My intuition was that for two clauses, if we represent them as binary vectors to indicate which literals they contain (positive and negative occurences of a variable are different entries), you would know that the smaller subsumes the larger if the larger can be “projected” onto the smaller one in some sense. More precisely, for two binary vectors $\vec{a}$ and $\vec{b}$, if $\vec{a}\cdot\vec{b} = min(\lVert\vec{a}\rVert,\lVert\vec{b}\rVert)$. Note that the dot product can’t be greater than $min(\lVert\vec{a}\rVert,\lVert\vec{b}\rVert)$, and if it is less that means that there is a literal in the smaller clause that is not contained in the larger one, meaning no subsumption.

The next task is to compute this efficiently. For a given CNF formula, the first step is to represent each clause as a binary vector. These binary vectors will then be stored in a matrix. I think that a data structure for CNF formulae would reasonably store the highest variable index and number of clauses, which give the dimensions of the matrix. In the Nonogram case, the highest variable index is $n$ which is much less than the number of clauses we will have, giving us an incredibly tall matrix $A$. In the process of converting each of the clauses to binary vector representation, one could compute the magnitudes of the vectors by tracking how many one-indices are stored for each vector. Thus, I will assume that we have a vector with the magnitude of the $i$-th clause $c_i$ in binary representation as the $i$-th element.

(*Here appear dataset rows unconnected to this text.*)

"""Messages and a snapshot in, margin and probability of each out; nothing of the learning state is read."""

from __future__ import annotations

from collections.abc import Iterator, Sequence
from dataclasses import dataclass
from pathlib import Path
from typing import Any

import msgspec
import numpy as np
import numpy.typing as npt

from stream.batch import Batch
from stream.decoding import Decoder
from stream.errors import BadData, BadSettings
from stream.features.batcher import Batcher
from stream.fingerprint import fingerprint_difference
from stream.message import Block, Reject
from stream.settings import Settings
from stream.snapshots import Snapshot
from stream.sources import LogSource
from stream.tables.lookup import Lookup

__all__ = ["Scored", "ScoredBlock", "Scorer", "json_lines", "must_match", "score", "settings_of"]

BLOCK = 4_096
"""Messages read at once."""


class Scored(msgspec.Struct, omit_defaults=True, gc=False):
    """One line of `score --json`: a message's score, or why it has none."""

    id: Any
    probability: float | None
    margin: float | None
    rejected: str | None = None
    detail: str | None = None


@dataclass(frozen=True, slots=True)
class ScoredBlock:
    """A block of messages with the scores of those that are not rejected.

    `rows`: int64[m], which message of `block` each example is; `ids`: m values, or none where the
    settings name no id; `margins`, `probabilities`: float64[m].
    """

    block: Block
    rejects: list[Reject]
    rows: npt.NDArray[np.int64]
    ids: list[Any]
    batch: Batch
    margins: npt.NDArray[np.float64]
    probabilities: npt.NDArray[np.float64]


class Scorer:
    """A snapshot ready to score a log. Settings come from the snapshot, or from a file that must match it.

    Raises BadSettings with the difference where `settings` have another feature space, or where the
    snapshot's own settings are not known here.
    """

    def __init__(self, snapshot: Snapshot, paths: Sequence[str], settings: Settings | None = None) -> None:
        self.settings = settings or settings_of(snapshot)
        must_match(self.settings, snapshot)
        self.lookup = Lookup(snapshot.weights)
        self.intercept = float(snapshot.weights.intercept)
        self.messages = 0
        self.rejected = 0
        self.first_reject = ""
        self._paths = paths

    def blocks(self) -> Iterator[ScoredBlock]:
        """Scores the log in order, one block at a time, whatever labels it may hold."""
        decoder = Decoder(self.settings, ids=True, labels=False)
        batcher = Batcher(self.settings)
        source = LogSource(self._paths, Path(), self.settings.feed.max_line_bytes)
        try:
            while len(block := source.read(BLOCK)):
                yield self._scored(block, decoder, batcher)
        finally:
            source.close()

    def check_rejects(self) -> None:
        """Raises BadData where more messages were rejected than `message.max_reject_share` allows."""
        allowed = self.settings.message.max_reject_share
        if self.rejected > allowed * self.messages:
            raise BadData(
                f"{self.rejects_told()}, more than message.max_reject_share = {allowed:g} allows. Rejected "
                "messages have no score; their lines in `score --json` say why"
            )

    def rejects_told(self) -> str:
        """How many messages were rejected so far, and why the first was; nothing where none was."""
        if not self.rejected:
            return ""
        were = "was" if self.rejected == 1 else "were"
        messages = "message" if self.messages == 1 else "messages"
        why = self.first_reject if self.rejected == 1 else f"the first: {self.first_reject}"
        return f"{self.rejected:,} of {self.messages:,} {messages} {were} rejected ({why})"

    def _scored(self, block: Block, decoder: Decoder, batcher: Batcher) -> ScoredBlock:
        examples, rejects = decoder.decode(block)
        batch, too_long = batcher.batch(examples)
        rows, ids = examples.rows, examples.ids
        if too_long:
            left_out = {reject.row for reject in too_long}
            kept = [i for i, row in enumerate(rows.tolist()) if row not in left_out]
            rows, ids = rows[kept], [ids[i] for i in kept]
        margins, probabilities = self.lookup.score(batch)
        self.messages += len(block)
        self.rejected += len(rejects) + len(too_long)
        if not self.first_reject and (rejects or too_long):
            first = min([*rejects, *too_long], key=lambda reject: reject.row)
            self.first_reject = _detail(block, first)
        return ScoredBlock(block, [*rejects, *too_long], rows, ids, batch, margins, probabilities)


def score(scorer: Scorer) -> Iterator[list[Scored]]:
    """A line for each message in the order of the log, block by block; rejected ones say why."""
    for found in scorer.blocks():
        lines = list(map(Scored, found.ids, found.probabilities.tolist(), found.margins.tolist()))
        if found.rejects:
            lines = _in_order(found, lines)
        yield lines


def _in_order(found: ScoredBlock, lines: list[Scored]) -> list[Scored]:
    by_row = dict(zip(found.rows.tolist(), lines, strict=True))
    for reject in found.rejects:
        by_row[reject.row] = Scored(None, None, None, reject.reason, _detail(found.block, reject))
    return [by_row[row] for row in sorted(by_row)]


def _detail(block: Block, reject: Reject) -> str:
    topic = "standard input" if block.topic == "-" else block.topic
    return f"{topic}, byte {block.offsets[reject.row]}: {reject.detail}"


def json_lines(lines: list[Scored]) -> bytes:
    """The lines as JSON Lines; numbers have the shortest digits that read back to the same float64."""
    return msgspec.json.Encoder().encode_lines(lines)


def settings_of(snapshot: Snapshot) -> Settings:
    """The settings stored in a snapshot. Raises BadSettings where they are not known here."""
    try:
        return Settings.model_validate(snapshot.about.settings)
    except ValueError as error:
        raise BadSettings(
            f"{snapshot.path}: the settings stored in it are not known here; give --config, and to certify "
            f"--strength: {error}"
        ) from None


def must_match(settings: Settings, snapshot: Snapshot) -> None:
    """Raises BadSettings with the difference where `settings` have another feature space."""
    lines = fingerprint_difference(settings.fingerprint(), snapshot.weights.fingerprint)
    if lines:
        raise BadSettings(
            f"{snapshot.path}: learned in another feature space than these settings describe "
            "(here: settings; there: snapshot):\n  "
            + "\n  ".join(lines)
            + "\nset them back, or leave --config out: a snapshot has the settings that it was learned with"
        )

To compute the dot products between clauses, we simply compute $AA^T$. Then, for entry $A_{ij}$, we know that $c_i$ subsumes $c_j$ if $A_{ij} = min(\lVert\vec{c}_i\rVert,\lVert\vec{c}_j\rVert)$. We can gain further efficiency improvements by storing the magnitude vector in sorted order and then processing the smallest vectors first, thus removing as many future comparisons as possible.

So far, the idea is fine. It occured to me that if one can summarize the matrix in a low-dimensional space, that has the intuitive feel that the SAT instance is not that hard. I wanted to explore this using singular value decomposition (SVD), which attmpts to deconstruct our matrix $A$ into the product of three matrices as $A = U\Sigma V^T$. The real matrix of interest for us if $\Sigma$, which is a diagonal matrix with the singular values of $A$ on the diagonal. The square of these singular values give the eigenvalues, and each of these eigenvalues is the proportion of the variance in the original matrix that is explained by each of the components. In our case, since the SVD treats values in the original matrix as continuous, the new components that we create do not have any meaning logically (that I know of). What I wanted to explore is the relationship between number of components and proportion of variance explained for different formulas.

The idea falls apart because the SVD takes much longer to calculate than just solving the puzzle, at least on my local device. Improving the matrix construction process to be a sparse representation sped things up, but ultimately one would just be better off solving the puzzle.